[Stored items]
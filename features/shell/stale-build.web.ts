/**
 * A chunk that will not load. Before the service worker holds the app, a visitor mid-visit during a deploy
 * asks for chunks of the build their page started with, which the server no longer has (their names carry
 * a content hash). When the server's page now names another entry script, the app reloads once to that
 * build; the person's session is kept (localStorage), so they land where they were going. Otherwise
 * (offline, the server away, or the same build) the failure stands with a plain message, and the error
 * screen's "Try again" asks for the chunk again.
 */

/** Whether an `import()` or the shared chunk failed to arrive (not a module that threw as it ran). */
export function isChunkLoadFailure(err: unknown): boolean {
  const name = (err as { name?: unknown } | null)?.name;
  // Metro's import() (expo/src/async-require/fetchThenEval.web.ts) and load-shared.web.ts.
  return name === 'AsyncRequireError' || name === 'ChunkLoadError';
}

/** The message shown when a page's code could not be loaded. */
export const CHUNK_FAILED_MESSAGE =
  'Pivotwatch could not load this page. Check the connection and try again.';

/** sessionStorage: the entry script the page last reloaded for, so a build that keeps failing reloads once. */
const RELOADED_FOR = 'pivotwatch.reloaded-for-build';

/** The entry script's address in a page (`/_expo/static/js/web/entry-<hash>.js`). */
export function entryScriptOf(html: string): string | null {
  return /<script[^>]*\ssrc="([^"]*\/entry-[^"]+)"/.exec(html)?.[1] ?? null;
}

function runningEntry(): string | null {
  return document.querySelector('script[src*="/entry-"]')?.getAttribute('src') ?? null;
}

async function servedEntry(): Promise<string | null> {
  try {
    const res = await fetch('/', { cache: 'no-store', headers: { Accept: 'text/html' } });
    return res.ok ? entryScriptOf(await res.text()) : null;
  } catch {
    return null;
  }
}

let checking: Promise<never> | null = null;

/**
 * After a chunk failed to load: reloads to the server's newer build (once per build; the promise then
 * never settles, the page is going), or rejects with the plain message.
 */
export function afterChunkFailure(): Promise<never> {
  checking ??= (async (): Promise<never> => {
    const served = await servedEntry();
    const running = runningEntry();
    if (served && running && served !== running && sessionStorage.getItem(RELOADED_FOR) !== served) {
      sessionStorage.setItem(RELOADED_FOR, served);
      window.location.reload();
      return new Promise<never>(() => undefined);
    }
    checking = null;
    throw new Error(CHUNK_FAILED_MESSAGE);
  })();
  return checking;
}
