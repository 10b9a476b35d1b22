import { useQueryClient } from '@tanstack/react-query';
import { useCallback, useEffect, useState } from 'react';

import {
  type DeviceDb,
  bindDeviceOwner,
  clearTodaySnapshot,
  followTodaySnapshot,
  seedTodayFromSnapshot,
} from '@/features/device-db';
import { DeviceDbProvider, openDeviceDb } from '@/features/device-db/ui';
import type { Role, SessionUser } from '@/features/session/schema';
import { AppShell } from '@/features/shell/app-shell';
import { DeviceOwnerGate } from '@/features/shell/device-owner-gate';
import { BackgroundSync, UpdatePrompt } from '@/features/sync/ui';

/**
 * What every signed-in page sits in, loaded after sign-in (app-layout.tsx). The update prompt mounts
 * here, and with it the service worker's registration: the worker precaches every chunk of the app, which
 * should not compete with the sign-in form on a weak signal.
 */
export function SignedInFrame({ user, children }: { user: SessionUser; children: React.ReactNode }) {
  const shell = <AppShell user={user}>{children}</AppShell>;
  return (
    <>
      <UpdatePrompt />
      {/* Only inspectors record in the field; desk roles need no device database (and no single-tab lock). */}
      {user.role === 'inspector' ? <InspectorFrame user={user}>{shell}</InspectorFrame> : shell}
    </>
  );
}

/**
 * An inspector's pages sit on the device database, bound to them before any screen reads it. With a
 * snapshot of this person's Today (features/device-db/today-snapshot.ts) the pages render at once, Today from
 * the snapshot, while the database opens and is bound: every statement waits for that (provider.tsx,
 * `early`). Without one — a first visit, after a sign-out, another person — they wait as before.
 */
function InspectorFrame({ user, children }: { user: SessionUser; children: React.ReactNode }) {
  const client = useQueryClient();
  const [earlyFor] = useState(() => (seedTodayFromSnapshot(client, user.id) ? user.id : null));
  useEffect(() => followTodaySnapshot(client), [client]);
  const bind = useCallback(
    async (db: DeviceDb) => {
      const { changed } = await bindDeviceOwner(db, user.id);
      if (changed) {
        // Should the snapshot have outlived a change of person, nothing read before the binding stays:
        // the screens already showing read again (after the binding), the rest is forgotten.
        clearTodaySnapshot();
        await client.resetQueries({ predicate: (q) => q.queryKey[0] !== 'auth' }).catch(() => undefined);
      }
    },
    [client, user.id],
  );
  if (earlyFor === user.id)
    return (
      <DeviceDbProvider open={openOnce} prepare={bind} early>
        <BackgroundSync />
        {children}
      </DeviceDbProvider>
    );
  return (
    <DeviceDbProvider open={openOnce}>
      <DeviceOwnerGate userId={user.id}>
        <BackgroundSync />
        {children}
      </DeviceOwnerGate>
    </DeviceDbProvider>
  );
}

/** The device database's first opening, started by `warmUp` before the frame renders. */
let early: Promise<DeviceDb> | null = null;

/**
 * Starts what the role's first screen will wait for before it renders: an inspector's device database
 * (opened once; the provider takes this very attempt, so a refusal such as another tab holding the
 * database is shown by the provider as before).
 */
export function warmUp(role: Role): void {
  if (role !== 'inspector' || early) return;
  early = openDeviceDb();
  early.catch(() => undefined);
}

/** The provider's opener: the early attempt once, then a fresh one (its "Try again"). */
function openOnce(): Promise<DeviceDb> {
  const attempt = early ?? openDeviceDb();
  early = null;
  return attempt;
}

— EXERCISE DIRECTIONS —
Give all of the entries again, word for word.

— RESULT OF THIS EXERCISE —
filename features/shell/stale-build.web.ts
/**
 * A chunk that will not load. Before the service worker holds the app, a visitor mid-visit during a deploy
 * asks for chunks of the build their page started with, which the server no longer has (their names carry
 * a content hash). When the server's page now names another entry script, the app reloads once to that
 * build; the person's session is kept (localStorage), so they land where they were going. Otherwise
 * (offline, the server away, or the same build) the failure stands with a plain message, and the error
 * screen's "Try again" asks for the chunk again.
 */

/** Whether an `import()` or the shared chunk failed to arrive (not a module that threw as it ran). */
export function isChunkLoadFailure(err: unknown): boolean {
  const name = (err as { name?: unknown } | null)?.name;
  // Metro's import() (expo/src/async-require/fetchThenEval.web.ts) and load-shared.web.ts.
  return name === 'AsyncRequireError' || name === 'ChunkLoadError';
}

/** The message shown when a page's code could not be loaded. */
export const CHUNK_FAILED_MESSAGE =
  'Pivotwatch could not load this page. Check the connection and try again.';

/** sessionStorage: the entry script the page last reloaded for, so a build that keeps failing reloads once. */
const RELOADED_FOR = 'pivotwatch.reloaded-for-build';

/** The entry script's address in a page (`/_expo/static/js/web/entry-<hash>.js`). */
export function entryScriptOf(html: string): string | null {
  return /<script[^>]*\ssrc="([^"]*\/entry-[^"]+)"/.exec(html)?.[1] ?? null;
}

function runningEntry(): string | null {
  return document.querySelector('script[src*="/entry-"]')?.getAttribute('src') ?? null;
}

async function servedEntry(): Promise<string | null> {
  try {
    const res = await fetch('/', { cache: 'no-store', headers: { Accept: 'text/html' } });
    return res.ok ? entryScriptOf(await res.text()) : null;
  } catch {
    return null;
  }
}

let checking: Promise<never> | null = null;

/**
 * After a chunk failed to load: reloads to the server's newer build (once per build; the promise then
 * never settles, the page is going), or rejects with the plain message.
 */
export function afterChunkFailure(): Promise<never> {
  checking ??= (async (): Promise<never> => {
    const served = await servedEntry();
    const running = runningEntry();
    if (served && running && served !== running && sessionStorage.getItem(RELOADED_FOR) !== served) {
      sessionStorage.setItem(RELOADED_FOR, served);
      window.location.reload();
      return new Promise<never>(() => undefined);
    }
    checking = null;
    throw new Error(CHUNK_FAILED_MESSAGE);
  })();
  return checking;
}
repository 10b9a476b35d1b22
import { useQueryClient } from '@tanstack/react-query';
import { useCallback, useEffect, useState } from 'react';

import {
  type DeviceDb,
  bindDeviceOwner,
  clearTodaySnapshot,
  followTodaySnapshot,
  seedTodayFromSnapshot,
} from '@/features/device-db';
import { DeviceDbProvider, openDeviceDb } from '@/features/device-db/ui';
import type { Role, SessionUser } from '@/features/session/schema';
import { AppShell } from '@/features/shell/app-shell';
import { DeviceOwnerGate } from '@/features/shell/device-owner-gate';
import { BackgroundSync, UpdatePrompt } from '@/features/sync/ui';

/**
 * What every signed-in page sits in, loaded after sign-in (app-layout.tsx). The update prompt mounts
 * here, and with it the service worker's registration: the worker precaches every chunk of the app, which
 * should not compete with the sign-in form on a weak signal.
 */
export function SignedInFrame({ user, children }: { user: SessionUser; children: React.ReactNode }) {
  const shell = <AppShell user={user}>{children}</AppShell>;
  return (
    <>
      <UpdatePrompt />
      {/* Only inspectors record in the field; desk roles need no device database (and no single-tab lock). */}
      {user.role === 'inspector' ? <InspectorFrame user={user}>{shell}</InspectorFrame> : shell}
    </>
  );
}

/**
 * An inspector's pages sit on the device database, bound to them before any screen reads it. With a
 * snapshot of this person's Today (features/device-db/today-snapshot.ts) the pages render at once, Today from
 * the snapshot, while the database opens and is bound: every statement waits for that (provider.tsx,
 * `early`). Without one — a first visit, after a sign-out, another person — they wait as before.
 */
function InspectorFrame({ user, children }: { user: SessionUser; children: React.ReactNode }) {
  const client = useQueryClient();
  const [earlyFor] = useState(() => (seedTodayFromSnapshot(client, user.id) ? user.id : null));
  useEffect(() => followTodaySnapshot(client), [client]);
  const bind = useCallback(
    async (db: DeviceDb) => {
      const { changed } = await bindDeviceOwner(db, user.id);
      if (changed) {
        // Should the snapshot have outlived a change of person, nothing read before the binding stays:
        // the screens already showing read again (after the binding), the rest is forgotten.
        clearTodaySnapshot();
        await client.resetQueries({ predicate: (q) => q.queryKey[0] !== 'auth' }).catch(() => undefined);
      }
    },
    [client, user.id],
  );
  if (earlyFor === user.id)
    return (
      <DeviceDbProvider open={openOnce} prepare={bind} early>
        <BackgroundSync />
        {children}
      </DeviceDbProvider>
    );
  return (
    <DeviceDbProvider open={openOnce}>
      <DeviceOwnerGate userId={user.id}>
        <BackgroundSync />
        {children}
      </DeviceOwnerGate>
    </DeviceDbProvider>
  );
}

/** The device database's first opening, started by `warmUp` before the frame renders. */
let early: Promise<DeviceDb> | null = null;

/**
 * Starts what the role's first screen will wait for before it renders: an inspector's device database
 * (opened once; the provider takes this very attempt, so a refusal such as another tab holding the
 * database is shown by the provider as before).
 */
export function warmUp(role: Role): void {
  if (role !== 'inspector' || early) return;
  early = openDeviceDb();
  early.catch(() => undefined);
}

/** The provider's opener: the early attempt once, then a fresh one (its "Try again"). */
function openOnce(): Promise<DeviceDb> {
  const attempt = early ?? openDeviceDb();
  early = null;
  return attempt;
}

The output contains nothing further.